Vortrag: Formalisierung und die Konstruktion von Historizität – Musikausübung aus dem Blickwinkel anthropologischer Ritualtheorien
Bernd BRABEC de MORI, Graz
Musik, in vielen Definitionen des Begriffes, etwa von Bruno Nettl, definiert sich durch einen gewissen, und sei es ein minimaler, Grad von Formalisierung (oder Organisation) – dies mag als eine „schwache Universalie“ angesehen werden. Diese Formalisierung erlaubt in vielen (wenn auch nicht allen) Musikkulturen der Welt auch eine Wiederholung, sprich die Entstehung von Tradition, Kanon, oder Repertoire. Weiters sind sich viele Forschende einig, dass Musik, per definitionem, eine Bedeutung im weitesten Sinne innehat.
In anthropologischen Theorien werden formalisierte Handlungen und Handlungsabläufe, die ohne oder mit wenigen Änderungen wiederholt werden können und symbolisch aufgeladen sind, als Rituale bezeichnet. Der Begriff Ritual ist ein metasprachlicher, er benennt keine Qualität eines Objektes oder Ereignisses, sondern entspringt dem Blickwinkel des Betrachters und kann als analytisches Werkzeug auf jegliche Handlungen angewendet werden, die oben genannten Eigenschaften entsprechen.
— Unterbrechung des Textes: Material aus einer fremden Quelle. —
import type { Sequelize } from 'sequelize';
import { SequelizeStorage, Umzug } from 'umzug';
import { people } from './2026-12-01-0900-people';
import { strips } from './2026-12-01-0910-strips';
import { stripEngine } from './2026-12-01-1230-strip-engine';
import { stripPresetId } from './2026-12-01-1500-strip-preset-id';
import { exportJobs } from './2026-12-01-1510-export-jobs';
import type { Migration } from './migration';

/** The whole history, oldest first. Listed, not globbed, so that the built server carries it. */
export const migrations: readonly Migration[] = [people, strips, stripEngine, stripPresetId, exportJobs];

/** Runs the history up or down on a database. */
export function createMigrator(sequelize: Sequelize) {
  const context = sequelize.getQueryInterface();
  return new Umzug({
    migrations: migrations.map(({ name, up, down }) => ({
      name,
      up: () => up(context),
      down: () => down(context),
    })),
    storage: new SequelizeStorage({ sequelize, modelName: 'migrations', tableName: 'migrations' }),
    logger: undefined,
  });
}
Auf Ritualtheorien vor allem von Turner, Tambiah und Bell rekurriernd wird der iterative Aufbau von traditionellen, kanonischen, oder repertoirebasierten Musikaufführungen aus verschiedenen Teilen der Welt beleuchtet. Nach Tambiah sind Rituale Werkzeuge um die Stabilität der Welt (das heißt einer bestimmten Weltsicht) aufrecht zu erhalten; durch die Erneuerung der Weltsicht wird auch deren Geschichte aufgeführt. Raimund Vogels hat 2011 „Das Konzert“ mit einem afrikanischen Begräbnisritual verglichen. Darauf aufbauend und weiterführend wird gezeigt, wie die Entstehung von Geschichtlichkeit ritualtheoretisch interpretiert werden kann.